The MLPerf community aims to design fair and useful benchmarks that provide “consistent measurements of accuracy, speed, and efficiency” for machine learning solutions. To that end AI leaders from academia, research labs, and industry decided on a set of benchmarks and a defined set of strict rules that ensure fair comparisons among all vendors. As machine learning evolves, MLPerf evolves and thus continually expands and updates its benchmark scope, as well as sharpens submission rules. At Habana we find that MLPerf benchmark is the only reliable benchmark for the AI industry due to its explicit set of rules, which enables fair comparison on end-to-end tasks. Additionally, MLPerf submissions go through a month-long peer review process, which further validates the reported results.
MLPerf Submission Divisions and Categories
The MLPerf training benchmark has two submission divisions: Closed, which focuses on providing a fair comparison with results derived from an explicit set of assessment parameters— and Open, which allows vendors to showcase their solutions more favorably without the restrictive rules of the closed category. Customers evaluating these results are also provided additional categories to help them discern which solutions are mature and commercially available (“available” category) vs. solutions not yet publicly available but coming to market at some point in the reasonably near future (”preview” category) or experimental/for research purposes without a defined go-to-market expectation (“research” category).
Habana’s MLPerf training v1.1 Benchmark Results
We’re pleased to deliver the second set of results for the Habana® Gaudi® deep learning training processor, a purpose-built AI processor in Intel’s AI XPU portfolio. This time at scale!
Habana submitted results for language (BERT) and vision (ResNet-50) benchmarks on Gaudi-based clusters and demonstrated near-linear scalability of the Gaudi processors. Our ongoing efforts to optimize the Habana software stack (SynapseAI® 1.1.0), which focused recently on including data packing and checkpoint-saving, resulted in more than a 2x improvement in BERT time-to-train using the same Gaudi processors compared to our last round results. In addition, Gaudi time-to-train on ResNet-50 improved by 10%.
These results highlight the usability and scalability of Gaudi and demonstrate the capabilities of our SynapseAI® software platform, which includes Habana’s graph compiler and runtime, communication libraries, TPC kernel library, firmware, and drivers. SynapseAI is integrated with TensorFlow and PyTorch frameworks and is performance-optimized for Gaudi processors.
Below are our naïve and weak scale up charts.

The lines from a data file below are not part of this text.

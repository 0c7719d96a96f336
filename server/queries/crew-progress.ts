import { rows } from "../lib/db";
import { isAbsentOn, isLentOn } from "./attendance";

export interface DayProgress {
  date: string;
  members: number;
  saved: number;
  absent: number;
}

/**
 * SQL: the workers whom a crew has on a date, without those lent away or gone, or whose day stands with another shift.
 * `crew` and `date` are SQL, here as below.
 */
const belonging = (crew: string, date: string): string =>
  `SELECT m.worker_id FROM crew_memberships m JOIN workers w ON w.id = m.worker_id
   WHERE m.crew_id = ${crew} AND m.valid @> ${date} AND (w.left_on IS NULL OR w.left_on >= ${date}) AND NOT ${isLentOn("m", date)}
     AND NOT EXISTS (SELECT 1 FROM shifts o WHERE o.worker_id = m.worker_id AND o.date = ${date} AND NOT o.is_void AND o.crew_id IS DISTINCT FROM ${crew})`;

const entered = (crew: string, date: string): string =>
  `SELECT f.worker_id FROM shifts f WHERE f.crew_id = ${crew} AND f.date = ${date} AND NOT f.is_void`;

/**
 * SQL columns: of a crew's day its people, with whoever is entered and was lent away or left since; those entered; and those
 * not in. Nobody counts in two of the last, so that the rest of its people is who still has to be entered.
 */
export const PROGRESS_COLUMNS = (crew: string, date: string): string =>
  `(SELECT count(*)::int FROM (${belonging(crew, date)} UNION ${entered(crew, date)}) AS people) AS members,
   (SELECT count(DISTINCT e.worker_id)::int FROM (${entered(crew, date)}) AS e) AS saved,
   (SELECT count(DISTINCT b.worker_id)::int FROM (${belonging(crew, date)}) AS b
    WHERE ${isAbsentOn("b.worker_id", date)} AND b.worker_id NOT IN (${entered(crew, date)})) AS absent`;

/** How far each of a crew's days is entered, latest first. */
export async function crewProgress(
  crewId: string,
  from: string,
  to: string,
): Promise<DayProgress[]> {
  return rows<DayProgress>(
    `SELECT d.date::date::text AS date, ${PROGRESS_COLUMNS(":crewId", "d.date::date")}
     FROM generate_series(CAST(:from AS date), CAST(:to AS date), interval '1 day') AS d(date) ORDER BY d.date DESC`,
    { crewId, from, to },
  );
}
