const MONTHS = 12;
const REFERENCE_MIN = 480;
/** Surveys shown beside the nominal day. */
const MOST_SURVEYS = 5;

interface Sample extends GroupSample {
  workerName: string | null;
}

/** Days measured on the group's workers themselves, as each of these criteria judged them. */
async function measuredDays(
  actor: Actor,
  jobId: string,
  ruleSet: RuleSetVersion,
  criteria: readonly Criterion[],
) {
  return rows<{
    workerId: string;
    workerName: string | null;
    criterionId: string;
    levelDb: number | null;
    dosePct: number | null;
    bound: string;
  }>(
    `SELECT d.worker_id AS "workerId", CASE WHEN ${visible(workerPolicy, actor, "w")} THEN w.name END AS "workerName",
       c."criterionId", c."levelDb", c."dosePct", c.bound
     FROM workers w JOIN days d ON d.worker_id = w.id JOIN day_results r ON r.id = d.current_result_id
     CROSS JOIN LATERAL jsonb_to_recordset((r.criteria->'governing') || coalesce(r.criteria->'comparison', '[]'))
       AS c("ruleSetKey" text, "criterionId" text, "levelDb" float8, "dosePct" float8, bound text)
     WHERE w.job_id = :jobId AND r.grade = 'measured-worker' AND c."ruleSetKey" = :ruleSetKey AND c."criterionId" IN (:criteria)
       AND d.date > current_date - make_interval(months => ${MONTHS})
     ORDER BY d.date, d.worker_id`,
    { jobId, ruleSetKey: ruleSet.key, criteria: criteria.map(({ id }) => id) },
  );
}

/** Criteria that judge a day without protection by one figure each: action values and limits of one law together. */
function figuresOf(ruleSet: RuleSetVersion): { criterion: Criterion; all: Criterion[] }[] {
  const first = outsideCriterion(ruleSet);
  const judged = ruleSet.criteria.filter(
    ({ kind, quantity, judged: how }) =>
      (kind === "action" || kind === "limit") &&
      (quantity === "lex-8h" || quantity === "dose" || quantity === "table-dose") &&
      how === first.judged,
  );
  const figures: { criterion: Criterion; all: Criterion[] }[] = [];
  for (const criterion of judged) {
    const known = figures.find((figure) => isSameFigure(figure.criterion, criterion));
    if (known) known.all.push(criterion);
    else figures.push({ criterion, all: [criterion] });
  }
  return figures;
}

/** Each level that these criteria set, once. */
function thresholds(criteria: readonly Criterion[]) {
  const levels = criteria.map((one) => ({ levelDb: levelOf(one), label: one.label }));
  return levels.filter(
    ({ levelDb }, index) => levels.findIndex((other) => other.levelDb === levelDb) === index,
  );
}

type Figure = Pick<GroupBlock, "quantity" | "exchangeRateDb" | "thresholdDb">;
const LEX: Figure = { quantity: "lex-8h", exchangeRateDb: null, thresholdDb: null };

function figureOf(criterion: Criterion): Figure {
  if (criterion.quantity !== "dose" && criterion.quantity !== "table-dose") return LEX;
  const { exchangeRateDb, thresholdDb } = lawOf(criterion);
  return { quantity: criterion.quantity, exchangeRateDb, thresholdDb };
}

function describe(
  samples: readonly Sample[],
  levels: readonly { levelDb: number; label: string }[],
  isEnergy: boolean,
): GroupStatistics | null {
  if (samples.length === 0) return null;
  const nameOf = new Map(samples.map(({ workerId, workerName }) => [workerId, workerName]));
  const named = <One extends { workerId: string | null }>(one: One) => {
    const workerName = nameOf.get(one.workerId) ?? null;
    return { ...one, workerName, workerId: workerName === null ? null : one.workerId };
  };
  const { exceedances, reasons, ...figures } = describeGroup(
    samples,
    levels.map(({ levelDb }) => levelDb),
    isEnergy,
  );
  const outliers = workerOutliers(samples);
  const {
    leftAsideIds: _,
    degreesBetween: __,
    degreesWithin: ___,
    ...belonging
  } = groupBelonging(samples);
  return {
    ...figures,
    exceedances: exceedances.map((one, index) => ({ ...one, label: levels[index]!.label })),
    reasons: [...reasons],
    plot: probabilityPlot(samples).map(named),
    outliers: {
      workers: outliers.workers.map(named),
      critical: outliers.critical,
      leftAsideCount: outliers.leftAsideIds.length,
    },
    belonging,
  };
}

type LevelOfTask = TaskLevel & { taskId: string };

async function levelsInForce(taskIds: readonly string[], siteId: string): Promise<LevelOfTask[]> {
  if (taskIds.length === 0) return [];
  const found = await rows<Parameters<typeof toTaskLevel>[0] & { taskId: string }>(
    `SELECT DISTINCT ON (l.task_id) l.task_id AS "taskId", ${LEVEL_COLUMNS("l")} FROM task_levels l, sites s
     WHERE l.task_id IN (:taskIds) AND s.id = :siteId AND l.effective_from <= (now() AT TIME ZONE s.time_zone)::date
     ORDER BY l.task_id, l.effective_from DESC, l.number DESC`,
    { taskIds, siteId },
  );
  return found.map(({ taskId, ...level }) => ({ ...toTaskLevel(level), taskId }));
}

interface Part {
  taskId: string;
  durationMin: number;
  samplesDb: readonly number[];
  instrument: TaskLevel["instrument"];
  strategy: GroupSurvey["strategy"];
  isEnergy: boolean;
  keptReasons: readonly string[];
  belowRangeCount: number;
}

The latter also considers the total number of samples required to achieve convergence. While many accelerators require increasing the batch size with the number of workers to fully utilize the hardware, here we see that up to 64 Gaudis the weak and naïve scale up have similar behavior. This is due to the Gaudi architecture, which can achieve high utilization even with small batch-sizes.
The Technology Behind the Results
To achieve Gaudi’s substantial performance advances, we applied the following optimizations.
The BERT model works on sequences of different lengths. While the maximum sequence length is 512 tokens, the average sequence is only half of that. Thus, practitioners commonly pad short sequences with zero as to enter a fixed size of 512 tokens. This results in many unneeded operations that can be eliminated. In this submission, we used a new technique named data packing. Data packing takes several short sequences and packs them together to one multi-sequence of fixed size. As an example, 3 sequences with lengths of 100, 100, 312 would be packed into one sequence of 512. We detail the process of packing the data and the required changes to the model in our Jupyter notebook; Please see tutorial here.
Fast and light checkpoint saving
When running on a few machines, the time required for checkpoint savings is negligible, but this is not the case when running at large scale. Therefore, in this submission, instead of letting one worker save the checkpoint, we asked each worker to save a subset of the model weights. Additionally, we saved only the required variable to run evaluation instead of the entire model, thus deriving greater efficiency resulting in higher performance.
Low level optimization
Habana is continually improving its SynapseAI® software platform, which includes Habana’s graph compiler and runtime, communication libraries, TPC kernel library, firmware, and drivers.
We continue to invest significant focus and resources to continually improve Gaudi software features, with additional models and performance optimizations. We look forward to our next set of advancements that can serve diverse applications and customer requirements.